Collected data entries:
* * *

//! Acid–base, CO2 content and oxygen saturation.

use crate::figures;

const CLSI: &str = "NCCLS/CLSI C46-A, 2001 (C46-A2, 2009)";
const DOUGLAS: &str = "Douglas, Jones, Reed. J Appl Physiol 1988;65:473";
const KELMAN: &str = "Kelman. Respir Physiol 1967;3:111";
const SEVERINGHAUS: &str = "Severinghaus. J Appl Physiol 1979;46:599";

figures! { ACID_BASE;
    CO2_SOLUBILITY = 0.0307, 0.0, "mmol/L/mmHg", "CO2 dissolved in plasma at 37 °C", CLSI, Quoted;
    PK_CLSI = 6.105, 0.0, "1", "Apparent pK of carbonic acid at 37 °C", CLSI, Quoted;
    HCO3_REFERENCE = 24.8, 0.0, "mmol/L", "HCO3 at the reference point of the base excess", CLSI, Quoted;
    PH_REFERENCE = 7.40, 0.0, "1", "pH at the reference point of the base excess", CLSI, Quoted;
    BUFFER_EXTRACELLULAR = 16.2, 0.0, "mmol/L", "Buffering of the extracellular fluid, per pH unit", CLSI, Quoted;
    BE_BLOOD_HB_FACTOR = 0.014, 0.0, "dL/g", "Share of the red cells in the blood's base excess, per haemoglobin", CLSI, Quoted;
    BUFFER_HAEMOGLOBIN = 1.43, 0.0, "mmol/L per g/dL", "Buffering of haemoglobin, per pH unit", CLSI, Quoted;
    BUFFER_PLASMA = 7.7, 0.0, "mmol/L", "Buffering of plasma, per pH unit", CLSI, Quoted;
    BE_OXYGENATION = 0.2, 0.0, "mmol/L per g/dL", "Base excess gained by haemoglobin as it gives up its oxygen", "Lang, Zander. Clin Chem Lab Med 2002;40:404", Opened;
    DOUGLAS_MOLAR = 2.226, 0.0, "mL/dL per mmol/L", "CO2 volume of one mmol", DOUGLAS, Opened;
    DOUGLAS_HB = 0.0289, 0.0, "dL/g", "Blood-to-plasma ratio: haemoglobin", DOUGLAS, Opened;
    DOUGLAS_OXY = 3.352, 0.0, "1", "Blood-to-plasma ratio: constant of the saturation term", DOUGLAS, Opened;
    DOUGLAS_OXY_SLOPE = 0.456, 0.0, "1", "Blood-to-plasma ratio: saturation", DOUGLAS, Opened;
    DOUGLAS_PH = 8.142, 0.0, "1", "Blood-to-plasma ratio: pole of the pH term", DOUGLAS, Opened;
    DOUGLAS_PH_LEAST = 6.7, 0.0, "1", "Least pH at which the blood-to-plasma ratio is used; below it the ratio goes on along its relative slope", "Computed from Douglas 1988: its slope runs away outside", Computed;
    DOUGLAS_PH_MOST = 7.7, 0.0, "1", "Greatest pH at which the blood-to-plasma ratio is used; above it the ratio goes on along its relative slope", "Computed from Douglas 1988: its slope runs away outside", Computed;
    KELMAN_PK = 6.086, 0.0, "1", "pK' at 38 °C and pH 7.4", KELMAN, Quoted;
    KELMAN_PK_PH = 0.042, 0.0, "1", "pK' per pH unit", KELMAN, Quoted;
    KELMAN_PK_T = 0.00472, 0.0, "1/°C", "pK' per degree under 38 °C", KELMAN, Quoted;
    KELMAN_PK_T_PH = 0.00139, 0.0, "1/°C", "pK' per degree and pH unit", KELMAN, Quoted;
    SEVERINGHAUS_A = 23_400.0, 0.0, "mmHg³", "Oxygen saturation: numerator", SEVERINGHAUS, Opened;
    SEVERINGHAUS_B = 150.0, 0.0, "mmHg²", "Oxygen saturation: linear term", SEVERINGHAUS, Opened;
    BOHR = -0.48, 0.0, "1", "log of oxygen pressure at one saturation, per pH unit", "Okada 1977; Kelman 1966, quoted", Quoted;
    O2_PER_HB = 1.34, 0.0, "mL/g", "Oxygen bound by a gram of haemoglobin (texts give 1.34 to 1.39)", "Physiology texts", Opened;
}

* * *

Work task :: Print all the data exactly as shown above.

Exercise result ::
//! Acid–base, CO2 content and oxygen saturation.

use crate::figures;

const CLSI: &str = "NCCLS/CLSI C46-A, 2001 (C46-A2, 2009)";
const DOUGLAS: &str = "Douglas, Jones, Reed. J Appl Physiol 1988;65:473";
const KELMAN: &str = "Kelman. Respir Physiol 1967;3:111";
const SEVERINGHAUS: &str = "Severinghaus. J Appl Physiol 1979;46:599";

figures! { ACID_BASE;
    CO2_SOLUBILITY = 0.0307, 0.0, "mmol/L/mmHg", "CO2 dissolved in plasma at 37 °C", CLSI, Quoted;
    PK_CLSI = 6.105, 0.0, "1", "Apparent pK of carbonic acid at 37 °C", CLSI, Quoted;
    HCO3_REFERENCE = 24.8, 0.0, "mmol/L", "HCO3 at the reference point of the base excess", CLSI, Quoted;
    PH_REFERENCE = 7.40, 0.0, "1", "pH at the reference point of the base excess", CLSI, Quoted;
    BUFFER_EXTRACELLULAR = 16.2, 0.0, "mmol/L", "Buffering of the extracellular fluid, per pH unit", CLSI, Quoted;
    BE_BLOOD_HB_FACTOR = 0.014, 0.0, "dL/g", "Share of the red cells in the blood's base excess, per haemoglobin", CLSI, Quoted;
    BUFFER_HAEMOGLOBIN = 1.43, 0.0, "mmol/L per g/dL", "Buffering of haemoglobin, per pH unit", CLSI, Quoted;
    BUFFER_PLASMA = 7.7, 0.0, "mmol/L", "Buffering of plasma, per pH unit", CLSI, Quoted;
    BE_OXYGENATION = 0.2, 0.0, "mmol/L per g/dL", "Base excess gained by haemoglobin as it gives up its oxygen", "Lang, Zander. Clin Chem Lab Med 2002;40:404", Opened;
    DOUGLAS_MOLAR = 2.226, 0.0, "mL/dL per mmol/L", "CO2 volume of one mmol", DOUGLAS, Opened;
    DOUGLAS_HB = 0.0289, 0.0, "dL/g", "Blood-to-plasma ratio: haemoglobin", DOUGLAS, Opened;
    DOUGLAS_OXY = 3.352, 0.0, "1", "Blood-to-plasma ratio: constant of the saturation term", DOUGLAS, Opened;
    DOUGLAS_OXY_SLOPE = 0.456, 0.0, "1", "Blood-to-plasma ratio: saturation", DOUGLAS, Opened;
    DOUGLAS_PH = 8.142, 0.0, "1", "Blood-to-plasma ratio: pole of the pH term", DOUGLAS, Opened;
    DOUGLAS_PH_LEAST = 6.7, 0.0, "1", "Least pH at which the blood-to-plasma ratio is used; below it the ratio goes on along its relative slope", "Computed from Douglas 1988: its slope runs away outside", Computed;
    DOUGLAS_PH_MOST = 7.7, 0.0, "1", "Greatest pH at which the blood-to-plasma ratio is used; above it the ratio goes on along its relative slope", "Computed from Douglas 1988: its slope runs away outside", Computed;
    KELMAN_PK = 6.086, 0.0, "1", "pK' at 38 °C and pH 7.4", KELMAN, Quoted;
    KELMAN_PK_PH = 0.042, 0.0, "1", "pK' per pH unit", KELMAN, Quoted;
    KELMAN_PK_T = 0.00472, 0.0, "1/°C", "pK' per degree under 38 °C", KELMAN, Quoted;
    KELMAN_PK_T_PH = 0.00139, 0.0, "1/°C", "pK' per degree and pH unit", KELMAN, Quoted;
    SEVERINGHAUS_A = 23_400.0, 0.0, "mmHg³", "Oxygen saturation: numerator", SEVERINGHAUS, Opened;
    SEVERINGHAUS_B = 150.0, 0.0, "mmHg²", "Oxygen saturation: linear term", SEVERINGHAUS, Opened;
    BOHR = -0.48, 0.0, "1", "log of oxygen pressure at one saturation, per pH unit", "Okada 1977; Kelman 1966, quoted", Quoted;
    O2_PER_HB = 1.34, 0.0, "mL/g", "Oxygen bound by a gram of haemoglobin (texts give 1.34 to 1.39)", "Physiology texts", Opened;
}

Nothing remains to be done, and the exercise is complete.